RECORDS FOR THE TASK =>
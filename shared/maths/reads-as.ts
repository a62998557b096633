import type { ReadError, ReadErrorCode, Reading, ReadingFlag, ReadSettings } from './expression.ts';
import { printLine } from './print.ts';
import { DEFAULT_READ_SETTINGS, readLine } from './read.ts';
import { explainRefusal } from './refusals.ts';
import { lineInWords } from './words.ts';

export interface ReadChoice {
  /** TeX that can be read in this one way only. */
  readonly tex: string;
  readonly words: string;
}

/** What the sheet shows beside a line that is being written. */
export type ReadsAs =
  | { readonly kind: 'silent'; readonly words: string }
  | { readonly kind: 'note'; readonly tex: string; readonly words: string; readonly flags: readonly ReadingFlag[] }
  | { readonly kind: 'ask'; readonly choices: readonly ReadChoice[]; readonly flags: readonly ReadingFlag[] }
  | { readonly kind: 'error'; readonly error: ReadError };

/** How a line is read, and whether the author needs to be told or asked. */
export function readsAs(tex: string, settings: ReadSettings = DEFAULT_READ_SETTINGS): ReadsAs {
  return showReading(readLine(tex, settings), settings.decimal);
}

/** The same for a reading that is there already, such as that of a line in its place behind others. */
export function showReading(reading: Reading, decimal: ReadSettings['decimal']): ReadsAs {
  if (!reading.ok) return { kind: 'error', error: explainRefusal(reading.refusal) };
  const { line, flags, alternatives } = reading;
  const words = lineInWords(line);
  const printed = printLine(line, decimal);
  if (alternatives.length > 0) {
    const others = alternatives.map((other) => ({
      tex: printLine(other, decimal),
      words: lineInWords(other),
    }));
    return { kind: 'ask', choices: [{ tex: printed, words }, ...others], flags };
  }
  return flags.length > 0 ? { kind: 'note', tex: printed, words, flags } : { kind: 'silent', words };
}

const NAMES: Partial<Record<string, string>> = {
  number: 'a number',
  letter: 'a letter',
  '(': 'an opening bracket',
  ')': 'a closing bracket “)”',
  '|': 'a closing bar “|”',
  '}': 'a closing brace',
  ']': 'a closing bracket “]”',
  '{': 'a group in braces',
  _: 'a lower bound',
  '^': 'an upper bound',
};

function list(expected: readonly string[]): string {
  const named = expected.map((item) => NAMES[item] ?? `“${item}”`);
  return named.length > 1 ? `${named.slice(0, -1).join(', ')} or ${named[named.length - 1]}` : (named[0] ?? '');
}

const ADVICE: Record<ReadErrorCode, (error: ReadError) => readonly [what: string, mend: string]> = {
  empty: () => ['The line is empty', 'Write the step, or delete the line'],
  'too-long': ({ expected }) => [
    'The line is too long',
    `Keep it under ${expected[0] ?? 'the limit of'} characters; use two lines`,
  ],
  'too-deep': () => ['Too many brackets or fractions stand inside each other', 'Split the step into smaller ones'],
  'too-many-nodes': () => ['The line has too many parts', 'Split the step into smaller ones'],
  'unknown-command': ({ found, expected }) => [
    `The command ${found} is not known here`,
    expected.length > 0 ? `Use ${list(expected)} instead` : 'Write it with the usual signs and functions',
  ],
  'unknown-character': ({ found }) => [
    `The character “${found}” has no meaning here`,
    'Delete it or write the sign you mean',
  ],
  'missing-operand': ({ expected }) => [
    'Something is missing',
    `Put ${list(expected)} there, or delete the sign that needs it`,
  ],
  'missing-bracket': ({ expected }) => [
    'A bracket is missing',
    `Add ${list(expected)} so that it is clear what belongs together`,
  ],
  'extra-bracket': ({ expected }) => [
    'This does not belong to anything',
    expected.length > 0
      ? `Use ${list(expected)} to show what you mean`
      : 'Delete it, or add what it should close or belong to',
  ],
  'missing-argument': ({ expected }) => ['What this applies to is missing', `Write ${list(expected)} after it`],
  'bad-relation': ({ expected }) => [
    'The statement is not complete',
    `Write ${list(expected)} there, with one statement on a line`,
  ],
  'bad-set': ({ expected }) => [
    'The set or interval cannot be read',
    `Write ${list(expected)} there, as in {2, 3} or (−1, 3]`,
  ],
  'bad-number': ({ expected }) => [
    'The number cannot be read',
    expected.length > 0 ? `Write ${list(expected)} there` : 'Write all of its digits',
  ],
  'bad-integral': ({ expected }) => ['The integral is not complete', `Write ${list(expected)} there`],
  'bad-limit': ({ expected }) => [
    'The limit is not complete',
    `Write below it what goes where, as in ${list(expected)}`,
  ],
  'bad-series': ({ expected }) => ['The sum or product is not complete', `Write ${list(expected)} with it`],
  'bad-derivative': ({ expected }) => ['The derivative cannot be read', `Write it as ${list(expected)}`],
  'ragged-matrix': ({ expected }) => [
    'The rows of the matrix differ in length',
    `Give each row ${expected[0] ?? 'as many'} entries`,
  ],
  'mixed-joins': () => ['Both “or” and “and” join the statements', 'Put brackets around the ones that belong together'],
  piecewise: () => [
    'An expression given case by case is not read',
    'Write each case as a step of its own, or as statements joined by “or”',
  ],
  text: ({ found }) => [
    `The words “${found.replace(/^\\[a-z]+\{|\}$/g, '').trim()}” are not read as maths`,
    'Put them into the reason beside the line',
  ],
};

/** An error in words for a student: what is wrong, where, and how to mend it. */
export function wordReadError(error: ReadError): string {
  const [what, mend] = ADVICE[error.code](error);
  return `${what}${placeOf(error)}. ${mend}.`;
}

function placeOf({ code, span, found }: ReadError): string {
  if (code === 'empty' || code === 'too-long') return '';
  if (found === '') return ' at the end of the line';
  if (found.startsWith('\\placeholder')) return ' in an empty box';
  const shown = found.length > 24 ? `${found.slice(0, 24)}…` : found;
  return code === 'unknown-command' || code === 'unknown-character' || code === 'text'
    ? ` (at character ${span.start + 1})`
    : `, at “${shown}” (character ${span.start + 1})`;
}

PROBLEM STATEMENT => Search the records for the word "printLine" and copy out every line that holds it.

ANSWER FOR THE TASK =>
import { printLine } from './print.ts';
  const printed = printLine(line, decimal);
      tex: printLine(other, decimal),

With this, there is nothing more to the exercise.